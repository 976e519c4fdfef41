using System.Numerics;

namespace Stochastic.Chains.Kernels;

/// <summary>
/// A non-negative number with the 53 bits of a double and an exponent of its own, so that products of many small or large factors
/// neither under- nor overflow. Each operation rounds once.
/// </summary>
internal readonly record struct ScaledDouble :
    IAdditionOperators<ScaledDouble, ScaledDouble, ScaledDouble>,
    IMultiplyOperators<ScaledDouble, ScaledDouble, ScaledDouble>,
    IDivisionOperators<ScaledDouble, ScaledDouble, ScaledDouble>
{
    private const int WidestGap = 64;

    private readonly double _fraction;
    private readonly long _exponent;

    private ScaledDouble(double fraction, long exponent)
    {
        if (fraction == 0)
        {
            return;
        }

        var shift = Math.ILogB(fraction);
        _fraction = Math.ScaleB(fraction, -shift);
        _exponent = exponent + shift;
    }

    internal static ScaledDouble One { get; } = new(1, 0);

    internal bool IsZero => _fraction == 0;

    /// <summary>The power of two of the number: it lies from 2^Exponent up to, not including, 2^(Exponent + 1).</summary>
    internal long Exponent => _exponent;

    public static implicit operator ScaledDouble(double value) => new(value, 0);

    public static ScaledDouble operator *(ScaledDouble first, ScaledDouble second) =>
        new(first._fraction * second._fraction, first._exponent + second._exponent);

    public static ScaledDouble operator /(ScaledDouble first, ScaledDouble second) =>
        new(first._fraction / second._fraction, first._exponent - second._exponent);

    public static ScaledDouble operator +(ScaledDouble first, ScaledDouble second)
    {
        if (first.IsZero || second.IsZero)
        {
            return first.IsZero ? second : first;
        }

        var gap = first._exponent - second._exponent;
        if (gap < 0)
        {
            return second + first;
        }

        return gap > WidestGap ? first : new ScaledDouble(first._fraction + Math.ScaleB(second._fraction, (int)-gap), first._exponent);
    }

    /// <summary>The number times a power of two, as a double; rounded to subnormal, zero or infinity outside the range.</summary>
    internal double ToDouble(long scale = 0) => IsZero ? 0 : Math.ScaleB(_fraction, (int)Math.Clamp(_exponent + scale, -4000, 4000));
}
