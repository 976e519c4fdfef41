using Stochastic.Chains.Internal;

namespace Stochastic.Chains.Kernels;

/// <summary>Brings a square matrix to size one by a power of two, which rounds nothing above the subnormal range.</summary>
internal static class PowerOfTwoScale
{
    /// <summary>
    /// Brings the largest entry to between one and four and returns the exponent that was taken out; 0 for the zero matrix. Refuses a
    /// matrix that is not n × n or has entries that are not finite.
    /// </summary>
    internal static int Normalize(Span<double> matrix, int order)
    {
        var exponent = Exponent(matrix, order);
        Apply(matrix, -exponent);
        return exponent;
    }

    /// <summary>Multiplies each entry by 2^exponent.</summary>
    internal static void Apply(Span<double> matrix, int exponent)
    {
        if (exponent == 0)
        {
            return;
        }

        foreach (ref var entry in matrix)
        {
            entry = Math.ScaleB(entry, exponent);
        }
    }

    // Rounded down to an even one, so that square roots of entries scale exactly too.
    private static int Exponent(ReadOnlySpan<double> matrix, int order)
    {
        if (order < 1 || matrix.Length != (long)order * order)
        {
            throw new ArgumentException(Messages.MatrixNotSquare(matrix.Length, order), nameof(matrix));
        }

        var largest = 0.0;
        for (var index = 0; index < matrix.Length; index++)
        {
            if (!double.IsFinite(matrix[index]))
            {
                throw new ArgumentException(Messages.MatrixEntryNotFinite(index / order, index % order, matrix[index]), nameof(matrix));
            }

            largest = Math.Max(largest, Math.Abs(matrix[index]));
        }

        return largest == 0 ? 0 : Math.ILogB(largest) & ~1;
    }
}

────────

→ WORK TO COMPLETE:
Copy out each record, keeping every word as it is.

→ TASK SOLUTION:
repository 976e519c4fdfef41
using System.Numerics;

namespace Stochastic.Chains.Kernels;

/// <summary>
/// A non-negative number with the 53 bits of a double and an exponent of its own, so that products of many small or large factors
/// neither under- nor overflow. Each operation rounds once.
/// </summary>
internal readonly record struct ScaledDouble :
    IAdditionOperators<ScaledDouble, ScaledDouble, ScaledDouble>,
    IMultiplyOperators<ScaledDouble, ScaledDouble, ScaledDouble>,
    IDivisionOperators<ScaledDouble, ScaledDouble, ScaledDouble>
{
    private const int WidestGap = 64;

    private readonly double _fraction;
    private readonly long _exponent;

    private ScaledDouble(double fraction, long exponent)
    {
        if (fraction == 0)
        {
            return;
        }

        var shift = Math.ILogB(fraction);
        _fraction = Math.ScaleB(fraction, -shift);
        _exponent = exponent + shift;
    }

    internal static ScaledDouble One { get; } = new(1, 0);

    internal bool IsZero => _fraction == 0;

    /// <summary>The power of two of the number: it lies from 2^Exponent up to, not including, 2^(Exponent + 1).</summary>
    internal long Exponent => _exponent;

    public static implicit operator ScaledDouble(double value) => new(value, 0);

    public static ScaledDouble operator *(ScaledDouble first, ScaledDouble second) =>
        new(first._fraction * second._fraction, first._exponent + second._exponent);

    public static ScaledDouble operator /(ScaledDouble first, ScaledDouble second) =>
        new(first._fraction / second._fraction, first._exponent - second._exponent);

    public static ScaledDouble operator +(ScaledDouble first, ScaledDouble second)
    {
        if (first.IsZero || second.IsZero)
        {
            return first.IsZero ? second : first;
        }

        var gap = first._exponent - second._exponent;
        if (gap < 0)
        {
            return second + first;
        }

        return gap > WidestGap ? first : new ScaledDouble(first._fraction + Math.ScaleB(second._fraction, (int)-gap), first._exponent);
    }

    /// <summary>The number times a power of two, as a double; rounded to subnormal, zero or infinity outside the range.</summary>
    internal double ToDouble(long scale = 0) => IsZero ? 0 : Math.ScaleB(_fraction, (int)Math.Clamp(_exponent + scale, -4000, 4000));
}
repository 976e519c4fdfef41
using Stochastic.Chains.Internal;

namespace Stochastic.Chains.Kernels;

/// <summary>Brings a square matrix to size one by a power of two, which rounds nothing above the subnormal range.</summary>
internal static class PowerOfTwoScale
{
    /// <summary>
    /// Brings the largest entry to between one and four and returns the exponent that was taken out; 0 for the zero matrix. Refuses a
    /// matrix that is not n × n or has entries that are not finite.
    /// </summary>
    internal static int Normalize(Span<double> matrix, int order)
    {
        var exponent = Exponent(matrix, order);
        Apply(matrix, -exponent);
        return exponent;
    }

    /// <summary>Multiplies each entry by 2^exponent.</summary>
    internal static void Apply(Span<double> matrix, int exponent)
    {
        if (exponent == 0)
        {
            return;
        }

        foreach (ref var entry in matrix)
        {
            entry = Math.ScaleB(entry, exponent);
        }
    }

    // Rounded down to an even one, so that square roots of entries scale exactly too.
    private static int Exponent(ReadOnlySpan<double> matrix, int order)
    {
        if (order < 1 || matrix.Length != (long)order * order)
        {
            throw new ArgumentException(Messages.MatrixNotSquare(matrix.Length, order), nameof(matrix));
        }

        var largest = 0.0;
        for (var index = 0; index < matrix.Length; index++)
        {
            if (!double.IsFinite(matrix[index]))
            {
                throw new ArgumentException(Messages.MatrixEntryNotFinite(index / order, index % order, matrix[index]), nameof(matrix));
            }

            largest = Math.Max(largest, Math.Abs(matrix[index]));
        }

        return largest == 0 ? 0 : Math.ILogB(largest) & ~1;
    }
}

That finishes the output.